# Trail mix on longer rides



## tomdecel (Feb 2, 2010)

I can do my clubs 40 to 50 milers with nothing more than a couple large bottles of Cyclomax. I am currently training to do my annual century so I have increased the rides to 70~80 milers on most Sundays.

Some of the guys I ride with take everything in the book from bananas, to jells, Powerbars, Etc. Etc. 

I picked up some trail mix my wife left on the counter a few weeks ago, put in a plastic bag and in my front pack and find it very easy to eat the stuff a bit at a time. After 4 weeks of doing so I went to Costco and bought some dry fruit, assorted nuts and even raided a bit of my kids M/Ms stash and made my own. 

I am ignorant however as to what is recommended to eat on a long ride as far as number of calories and how much of it is in the stuff I am making. I know it is on the heavy side, but so much easier than opening up a Cliff bar.

So far either my conditioning is getting better or the stuff is working very well as the 80 milers are becoming easier and easier.


----------



## pretender (Sep 18, 2007)




----------



## Kerry Irons (Feb 25, 2002)

*Shopping around*



tomdecel said:


> [I am ignorant however as to what is recommended to eat on a long ride as far as number of calories and how much of it is in the stuff I am making. I know it is on the heavy side, but so much easier than opening up a Cliff bar.

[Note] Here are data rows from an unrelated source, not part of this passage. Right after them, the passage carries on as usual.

// zipRings triangulates the annulus between an inner ring and an outer ring
// of vertices, each listed at equally spaced angles 2πi/len counter-clockwise
// about +z starting at angle 0. The triangles are counter-clockwise seen from
// +z. An inner ring of one vertex is a centre point (a fan).
func zipRings(inner, outer []int) [][3]int {
	ni, no := len(inner), len(outer)
	var tris [][3]int
	if ni == 1 {
		for j := 0; j < no; j++ {
			tris = append(tris, [3]int{inner[0], outer[j], outer[(j+1)%no]})
		}
		return tris
	}
	// Advance along whichever ring has the next vertex at the smaller angle
	// (compared exactly in integers: i/ni < j/no  ⇔  i·no < j·ni).
	i, j := 0, 0
	for i < ni || j < no {
		advanceOuter := j < no && (i == ni || (j+1)*ni <= (i+1)*no)
		if advanceOuter {
			tris = append(tris, [3]int{inner[i%ni], outer[j], outer[(j+1)%no]})
			j++
		} else {
			tris = append(tris, [3]int{inner[i], outer[j%no], inner[(i+1)%ni]})
			i++
		}
	}
	return tris
}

You can come pretty close to your calorie content by going to a convenience store and reading the labels of similar mixes. It will be close enough. You can eat whatever works for you on long rides. The only thing to be careful about with trail mix is that you get enough fruit (carbs) and not too heavy on nuts.

And please, no more of that font?


----------



## tomdecel (Feb 2, 2010)

Kerry Irons said:


> You can come pretty close to your calorie content by going to a convenience store and reading the labels of similar mixes. It will be close enough.

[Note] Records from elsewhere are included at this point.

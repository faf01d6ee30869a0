package mesh

import (
	"math"
	"testing"

	"gonum.org/v1/gonum/spatial/r3"
)

// requireClosedSphereLike checks what every shape must satisfy: Check finds
// nothing, the volume is positive and the Euler characteristic V - E + F is 2
// (Euler's polyhedron formula for a surface of genus 0).
func requireClosedSphereLike(t *testing.T, m *Mesh) {
	t.Helper()
	if ps := m.Check(); len(ps) != 0 {
		t.Fatalf("%s: Check found %d problems, first: %v", m.Name, len(ps), ps[0])
	}
	s := m.Stats()
	if s.Volume <= 0 {
		t.Errorf("%s: volume %g, want > 0 (outward normals)", m.Name, s.Volume)
	}
	if chi := s.Vertices - s.Edges + s.Triangles; chi != 2 {
		t.Errorf("%s: Euler characteristic V-E+F = %d-%d+%d = %d, want 2", m.Name, s.Vertices, s.Edges, s.Triangles, chi)
	}
	// Every triangle must face away from the body's centre: for these convex
	// shapes centred at the origin the outward normal has a positive
	// component along the centroid direction.
	for tr := range m.Triangles {
		if r3.Dot(m.AreaVector(tr), m.Centroid(tr)) <= 0 {
			t.Fatalf("%s: triangle %d faces inward", m.Name, tr)
		}
	}
	// No duplicate vertices (exact coincidence).
	seen := make(map[r3.Vec]int, len(m.Vertices))
	for i, v := range m.Vertices {
		if j, ok := seen[v]; ok {
			t.Fatalf("%s: vertices %d and %d coincide at %v", m.Name, j, i, v)
		}
		seen[v] = i
	}
}

func TestSphereLevelCounts(t *testing.T) {
	// An n² subdivision of the icosahedron has 20n² faces, 30n² edges and
	// 10n²+2 vertices (Euler's formula with F = 20n², E = 3F/2).
	for _, n := range []int{1, 2, 3, 4, 7} {
		m, err := SphereLevel(2, n)
		if err != nil {
			t.Fatal(err)
		}
		requireClosedSphereLike(t, m)
		s := m.Stats()
		if s.Triangles != 20*n*n || s.Edges != 30*n*n || s.Vertices != 10*n*n+2 {
			t.Errorf("n=%d: V,E,F = %d,%d,%d, want %d,%d,%d", n, s.Vertices, s.Edges, s.Triangles, 10*n*n+2, 30*n*n, 20*n*n)
		}
		// All vertices on the sphere to rounding (relative 1e-15 per
		// operation, a few operations).
		for i, v := range m.Vertices {
			if d := math.Abs(r3.Norm(v) - 2); d > 1e-14 {
				t.Fatalf("n=%d: vertex %d at radius %v", n, i, r3.Norm(v))
			}
		}
	}
}

func TestIcosahedronEdge(t *testing.T) {
	// The regular icosahedron inscribed in the unit sphere has edge
	// 4/sqrt(10+2 sqrt 5) ≈ 1.0515 (standard solid geometry, common
	// practice); all 30 edges equal to rounding.
	m, err := SphereLevel(1, 1)
	if err != nil {
		t.Fatal(err)
	}
	want := 4 / math.Sqrt(10+2*math.Sqrt(5))
	s := m.Stats()
	if math.Abs(s.MinEdge-want) > 1e-14 || math.Abs(s.MaxEdge-want) > 1e-14 {
		t.Errorf("edges in [%v, %v], want %v", s.MinEdge, s.MaxEdge, want)
	}
	// Its volume is (5/12)(3+sqrt5) a³ (common practice).
	wantV := 5.0 / 12 * (3 + math.Sqrt(5)) * want * want * want
	if math.Abs(s.Volume-wantV) > 1e-13 {
		t.Errorf("volume %v, want %v", s.Volume, wantV)
	}
}

func TestSphereSize(t *testing.T) {
	for _, c := range []struct {
		r, size float64
		wantN   int // -1: do not check
	}{
		{1, 10, 1}, // any size above the icosahedron's edge gives the icosahedron
		{1, 1.06, 1},
		{1, 0.2, -1},
		{3, 0.25, -1},
		{0.01, 0.001, -1},
	} {
		m, err := Sphere(c.r, c.size)
		if err != nil {
			t.Fatal(err)
		}
		requireClosedSphereLike(t, m)
		n := int(math.Round(math.Sqrt(float64(len(m.Triangles)) / 20)))
		if c.wantN > 0 && n != c.wantN {
			t.Errorf("Sphere(%g,%g): n = %d, want %d", c.r, c.size, n, c.wantN)
		}
		if got := m.Stats().MaxEdge; got > c.size {
			t.Errorf("Sphere(%g,%g): longest edge %g exceeds size", c.r, c.size, got)
		}
		if n > 1 {
			// n is the smallest: one level coarser violates the size.
			coarser, _ := SphereLevel(c.r, n-1)
			if got := coarser.Stats().MaxEdge; got <= c.size {
				t.Errorf("Sphere(%g,%g): n-1 = %d already has longest edge %g", c.r, c.size, n-1, got)
			}
		}
		if m.Name == "" {
			t.Error("unnamed mesh")
		}
	}
	if m, _ := Sphere(1, 0.2); m.Name != "sphere r=1 h=0.2" {
		t.Errorf("name %q", m.Name)
	}
}

func TestShapeErrors(t *testing.T) {
	nan := math.NaN()
	inf := math.Inf(1)
	cases := []struct {
		name string
		f    func() (*Mesh, error)
	}{
		{"sphere r=0", func() (*Mesh, error) { return Sphere(0, 0.1) }},
		{"sphere r<0", func() (*Mesh, error) { return Sphere(-1, 0.1) }},
		{"sphere r=NaN", func() (*Mesh, error) { return Sphere(nan, 0.1) }},
		{"sphere size=0", func() (*Mesh, error) { return Sphere(1, 0) }},
		{"sphere size=Inf", func() (*Mesh, error) { return Sphere(1, inf) }},
		{"sphere too fine", func() (*Mesh, error) { return Sphere(1, 1e-4) }},
		{"sphere level 0", func() (*Mesh, error) { return SphereLevel(1, 0) }},
		{"sphere level huge", func() (*Mesh, error) { return SphereLevel(1, 1000) }},
		{"box x=0", func() (*Mesh, error) { return Box(r3.Vec{X: 0, Y: 1, Z: 1}, 0.1) }},
		{"box h<0", func() (*Mesh, error) { return Box(r3.Vec{X: 1, Y: 1, Z: 1}, -0.1) }},
		{"box too fine", func() (*Mesh, error) { return Box(r3.Vec{X: 1, Y: 1, Z: 1}, 1e-4) }},
		{"plate thickness=0", func() (*Mesh, error) { return Plate(1, 1, 0, 0.1) }},
		{"cylinder r=0", func() (*Mesh, error) { return Cylinder(0, 1, 0.1) }},
		{"cylinder height NaN", func() (*Mesh, error) { return Cylinder(1, nan, 0.1) }},
		{"cylinder too fine", func() (*Mesh, error) { return Cylinder(1, 1, 1e-4) }},
	}
	for _, c := range cases {
		m, err := c.f()
		if err == nil {
			t.Errorf("%s: no error (mesh with %d triangles)", c.name, len(m.Triangles))
		}
	}
}

// TestSphereConvergence checks that the inscribed icosphere's area and
// volume approach 4πR² and 4πR³/3 with error O(h²): halving the edge size
// (doubling n) divides the error by about 4. The observed order
// log2(e_n/e_2n) must lie within 0.15 of 2 (the next term in the error is
// O(h⁴), so at n ≥ 4 the order is already within a few per cent of 2).
func TestSphereConvergence(t *testing.T) {
	const R = 1.5
	exactA := 4 * math.Pi * R * R
	exactV := 4.0 / 3 * math.Pi * R * R * R
	var prevA, prevV float64
	for _, n := range []int{4, 8, 16, 32} {
		m, err := SphereLevel(R, n)
		if err != nil {
			t.Fatal(err)
		}
		s := m.Stats()
		eA := (exactA - s.Area) / exactA
		eV := (exactV - s.Volume) / exactV
		if eA <= 0 || eV <= 0 {
			t.Fatalf("n=%d: inscribed polyhedron must fall short: area error %g, volume error %g", n, eA, eV)
		}
		if prevA > 0 {
			pA, pV := math.Log2(prevA/eA), math.Log2(prevV/eV)
			t.Logf("n=%d: rel. area error %.3e (order %.3f), rel. volume error %.3e (order %.3f)", n, eA, pA, eV, pV)
			if math.Abs(pA-2) > 0.15 || math.Abs(pV-2) > 0.15 {
				t.Errorf("n=%d: observed orders %.3f (area), %.3f (volume), want 2 ± 0.15", n, pA, pV)
			}
		}
		prevA, prevV = eA, eV
	}
}

func TestBoxExact(t *testing.T) {
	// The faceted box is the box itself: area 2(xy+yz+zx) and volume xyz
	// hold to rounding (relative 1e-13 covers summing ~1e4 terms).
	cases := []struct {
		size r3.Vec
		h    float64
		n    [3]int // expected divisions
	}{
		{r3.Vec{X: 1, Y: 1, Z: 1}, 2, [3]int{1, 1, 1}},
		{r3.Vec{X: 1, Y: 2, Z: 3}, 0.5, [3]int{2, 4, 6}},
		{r3.Vec{X: 0.3, Y: 0.7, Z: 1.1}, 0.1, [3]int{3, 7, 11}},
	}
	for _, c := range cases {
		m, err := Box(c.size, c.h)
		if err != nil {
			t.Fatal(err)
		}
		requireClosedSphereLike(t, m)
		s := m.Stats()
		x, y, z := c.size.X, c.size.Y, c.size.Z
		if wantA := 2 * (x*y + y*z + z*x); math.Abs(s.Area-wantA) > 1e-13*wantA {
			t.Errorf("%s: area %v, want %v", m.Name, s.Area, wantA)
		}
		if wantV := x * y * z; math.Abs(s.Volume-wantV) > 1e-13*wantV {
			t.Errorf("%s: volume %v, want %v", m.Name, s.Volume, wantV)
		}
		n := c.n
		if wantT := 4 * (n[0]*n[1] + n[1]*n[2] + n[2]*n[0]); s.Triangles != wantT {
			t.Errorf("%s: %d triangles, want %d", m.Name, s.Triangles, wantT)
		}
		if s.MaxEdge > c.h*math.Sqrt2*(1+1e-12) {
			t.Errorf("%s: longest edge %g exceeds the cell diagonal", m.Name, s.MaxEdge)
		}
		want := r3.Scale(0.5, c.size)
		if r3.Norm(r3.Sub(s.Max, want)) > 1e-15 || r3.Norm(r3.Add(s.Min, want)) > 1e-15 {
			t.Errorf("%s: bounding box %v..%v", m.Name, s.Min, s.Max)
		}
		if r3.Norm(s.Centroid) > 1e-14 {
			t.Errorf("%s: centroid %v, want origin", m.Name, s.Centroid)
		}
	}
}

func TestPlate(t *testing.T) {
	// A plate thinner than h still gets one division through its thickness.
	m, err := Plate(2, 1, 0.01, 0.25)
	if err != nil {
		t.Fatal(err)
	}
	requireClosedSphereLike(t, m)
	s := m.Stats()
	if want := 2 * 1 * 0.01; math.Abs(s.Volume-want) > 1e-13*want {
		t.Errorf("volume %v, want %v", s.Volume, want)
	}
	if s.Max.Z != 0.005 || s.Min.Z != -0.005 || s.Max.X != 1 || s.Max.Y != 0.5 {
		t.Errorf("bounding box %v..%v", s.Min, s.Max)
	}
	// 8×4 cells on top and bottom, 8×1 and 4×1 on the sides.
	if want := 4 * (8*4 + 4*1 + 1*8); s.Triangles != want {
		t.Errorf("%d triangles, want %d", s.Triangles, want)
	}
}

func TestCylinder(t *testing.T) {
	// The faceted cylinder is a prism on the regular nθ-gon inscribed in the
	// circle: volume (nθ/2) R² sin(2π/nθ) H and area 2·(nθ/2) R² sin(2π/nθ)
	// + nθ·2R sin(π/nθ)·H (elementary geometry), exact to rounding; caps
	// are planar so their triangulation does not change either number.
	cases := []struct{ r, height, h float64 }{
		{1, 2, 0.5},
		{1, 2, 0.1},
		{0.5, 3, 0.2},
		{2, 0.1, 0.3},
		{0.01, 1, 1}, // coarse: the minimum of 6 points around
	}
	for _, c := range cases {
		m, err := Cylinder(c.r, c.height, c.h)
		if err != nil {
			t.Fatal(err)
		}
		requireClosedSphereLike(t, m)
		nth := max(6, int(math.Ceil(2*math.Pi*c.r/c.h-1e-9)))
		poly := float64(nth) / 2 * c.r * c.r * math.Sin(2*math.Pi/float64(nth))
		s := m.Stats()
		if want := poly * c.height; math.Abs(s.Volume-want) > 1e-12*want {
			t.Errorf("%s: volume %v, want %v", m.Name, s.Volume, want)
		}
		wantA := 2*poly + float64(nth)*2*c.r*math.Sin(math.Pi/float64(nth))*c.height
		if math.Abs(s.Area-wantA) > 1e-12*wantA {
			t.Errorf("%s: area %v, want %v", m.Name, s.Area, wantA)
		}
		// Edges are about h: none longer than 2.5 h (the longest are the
		// diagonals of side cells and the stitches between cap rings).
		if s.MaxEdge > 2.5*math.Max(c.h, 2*math.Pi*c.r/6) {
			t.Errorf("%s: longest edge %g for h = %g", m.Name, s.MaxEdge, c.h)
		}
		// And the mesh converges to the true cylinder: πR²H to O(1/nθ²).
		if rel := math.Abs(s.Volume-math.Pi*c.r*c.r*c.height) / (math.Pi * c.r * c.r * c.height); rel > 4*math.Pi*math.Pi/(6*float64(nth*nth)) {
			t.Errorf("%s: volume %g off πR²H by %.3g", m.Name, s.Volume, rel)
		}
	}
}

Thanks..... Actually I did just that. The problem is that most of the concoctions in stores are in the candy isle and primarily nuts with added salt, sugar, and preservatives. Mine is primarily dried fruit with a few almonds, peanuts and cashews for crunch. 

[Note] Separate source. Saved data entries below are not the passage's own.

func TestOverlap(t *testing.T) {
	s1, _ := SphereLevel(1, 4)
	small, _ := SphereLevel(0.3, 2)
	cube, _ := Box(r3.Vec{X: 1, Y: 1, Z: 1}, 0.5)
	cases := []struct {
		name string
		a, b *Mesh
		want bool
	}{
		{"apart", s1, s1.Translate(r3.Vec{X: 2.1}), false},
		{"intersecting", s1, s1.Translate(r3.Vec{X: 1.5}), true},
		{"nested, not touching", s1, small.Translate(r3.Vec{X: 0.2}), true},
		{"nested, other way round", small, s1, true},
		{"touching faces", cube, cube.Translate(r3.Vec{X: 1}), true},
		{"just apart", cube, cube.Translate(r3.Vec{X: 1 + 1e-9}), false},
	}
	for _, c := range cases {
		if got := Overlap(c.a, c.b); got != c.want {
			t.Errorf("%s: Overlap = %v, want %v", c.name, got, c.want)
		}
	}
}

func TestRay(t *testing.T) {
	box, _ := Box(r3.Vec{X: 1, Y: 1, Z: 1}, 0.25)
	tb := NewTree(box)
	sph, _ := SphereLevel(1, 8)
	ts := NewTree(sph)
	cases := []struct {
		name        string
		tree        *Tree
		o, dir      r3.Vec
		want        float64 // distance along the unit direction; < 0: miss
		lo, hi      float64 // range instead of exact value (hi > 0)
		wantNormalX float64 // expected x of the hit triangle's normal (0: not checked)
	}{
		{name: "from inside along +x", tree: tb, dir: r3.Vec{X: 1}, want: 0.5, wantNormalX: 1},
		{name: "from outside, long dir", tree: tb, o: r3.Vec{X: -5, Y: 0.1, Z: 0.2}, dir: r3.Vec{X: 10}, want: 4.5, wantNormalX: -1},
		{name: "diagonal", tree: tb, o: r3.Vec{X: -1, Y: -1, Z: 0.1}, dir: r3.Vec{X: 1, Y: 1}, want: 0.5 * math.Sqrt2},
		{name: "miss", tree: tb, o: r3.Vec{X: -5, Y: 2}, dir: r3.Vec{X: 1}, want: -1},
		{name: "pointing away", tree: tb, o: r3.Vec{X: 2}, dir: r3.Vec{X: 1}, want: -1},
		{name: "zero dir", tree: tb, dir: r3.Vec{}, want: -1},
		// Inscribed polyhedron: the hit lies between the insphere and the
		// circumsphere (radii 0.9955 and 1 for n = 8).
		{name: "sphere from outside", tree: ts, o: r3.Vec{Z: -4}, dir: r3.Vec{Z: 1}, lo: 4 - 1 - 1e-12, hi: 4 - 0.99},
	}
	for _, c := range cases {
		d, tri, ok := c.tree.Ray(c.o, c.dir)
		switch {
		case c.hi > 0:
			if !ok || d < c.lo || d > c.hi {
				t.Errorf("%s: %v %v, want in [%v, %v]", c.name, d, ok, c.lo, c.hi)
			}
		case c.want < 0:
			if ok {
				t.Errorf("%s: hit at %v, want a miss", c.name, d)
			}
		default:
			if !ok || math.Abs(d-c.want) > 1e-14 {
				t.Errorf("%s: %v %v, want %v", c.name, d, ok, c.want)
			}
			if c.wantNormalX != 0 && ok && math.Abs(c.tree.Mesh().Normal(tri).X-c.wantNormalX) > 1e-15 {
				t.Errorf("%s: hit triangle %d with normal %v", c.name, tri, c.tree.Mesh().Normal(tri))
			}
		}
	}
	// Against a brute-force scan of all triangles, for random rays from
	// inside the sphere (every such ray hits exactly once).
	rng := rand.New(rand.NewPCG(7, 8))
	for k := 0; k < 200; k++ {
		o, dir := randVec(rng, 0.5), randVec(rng, 1)
		d, tri, ok := ts.Ray(o, dir)
		u := r3.Unit(dir)
		best, bt := math.Inf(1), -1
		for i := range sph.Triangles {
			a, b, c := sph.Corners(i)
			if s, hit := rayTriangle(o, u, a, b, c); hit && s < best {
				best, bt = s, i
			}
		}
		if !ok || d != best || tri != bt {
			t.Fatalf("ray %d: tree (%v, %d, %v), brute force (%v, %d)", k, d, tri, ok, best, bt)
		}
	}
}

The more important questions is how much of it should be consumed while riding. I have seen ranges from 200 to 400 cals per hour. Realizing that speed, weight and climate affect different people in different ways, I guess I am looking for personal experience from people who do the same. 

The other day I ate maybe 800 to 900 calories in my guesstimate during an 80 miler (plus the Citomax) but I don't know if that is too much or too little. I felt great during the ride.


----------



## Kerry Irons (Feb 25, 2002)

*Calorie consumption*



tomdecel said:


> The more important questions is how much of it should be consumed while riding. I have seen ranges from 200 to 400 cals per hour. Realizing that speed, weight and climate affect different people in different ways, I guess I am looking for personal experience from people who do the same.


The normal recommendation is 300 calories per hour as the upper limit of what your body can absorb, though some studies have shown that a mix of sugar types (approaching real food!) can push it closer to 400. On an 80 mile ride, you might burn around 2800 calories, and if it took you 5 hours, you would get 1,000 calories from fat metabolism. You might have 1000 calories readily accessible in stored glycogen, so you might need another 800. That points to around 200 calories per hour intake. All that said, there are a lot of person to person variabilities. For rides of 110 miles (a little over 6 hours for me), I typically start shortly after breakfast and take in around 1,500 calories during the ride.


----------



## MaddSkillz (Mar 13, 2007)

Kerry Irons said:


> You can come pretty close to your calorie content by going to a convenience store and reading the labels of similar mixes. It will be close enough. You can eat whatever works for you on long rides. The only thing to be careful about with trail mix is that you get enough fruit (carbs) *and not too heavy on nuts.*
> 
> And please, no more of that font?



Why is that? 

I'm also working on upping my mileage as I'm gearing up for HHH coming up. 100 mile road race on saturday and then the crit on Sunday. So I'm just trying to figure out what to eat... ugh.


----------



## pretender (Sep 18, 2007)

Nuts have too much fat and fiber for eating on the bike. I used to bring peanut butter sandwiches on the bike and it finally dawned on me why I was getting stomach upset. You want, basically, easily digested carbohydrate with a minimum of fiber.


----------



## MaddSkillz (Mar 13, 2007)

pretender said:


> Nuts have too much fat and fiber for eating on the bike. I used to bring peanut butter sandwiches on the bike and it finally dawned on me why I was getting stomach upset. You want, basically, easily digested carbohydrate with a minimum of fiber.



Okay, that makes sense.


----------



## tomdecel (Feb 2, 2010)

Thanks, 

Following up, I went to my local health food store this morning where they have half a dozen different combination of trail mix and they range from 130 to 160 calories for a 1/4 cup serving. All the combination were loaded with various nuts at the expense of dried fruit, so I walked over to the dried food section and found that almost all the packages had combinations of sugar, salt, sulfur or other additive except for dried mangoes and California dates. 

So I bought a package of each which I will add to my mix. My riding partner told me that this morning that our ride this Sunday should be about 95 miles (self contained) so I am trying to carry and consume the most energy efficient calories.


----------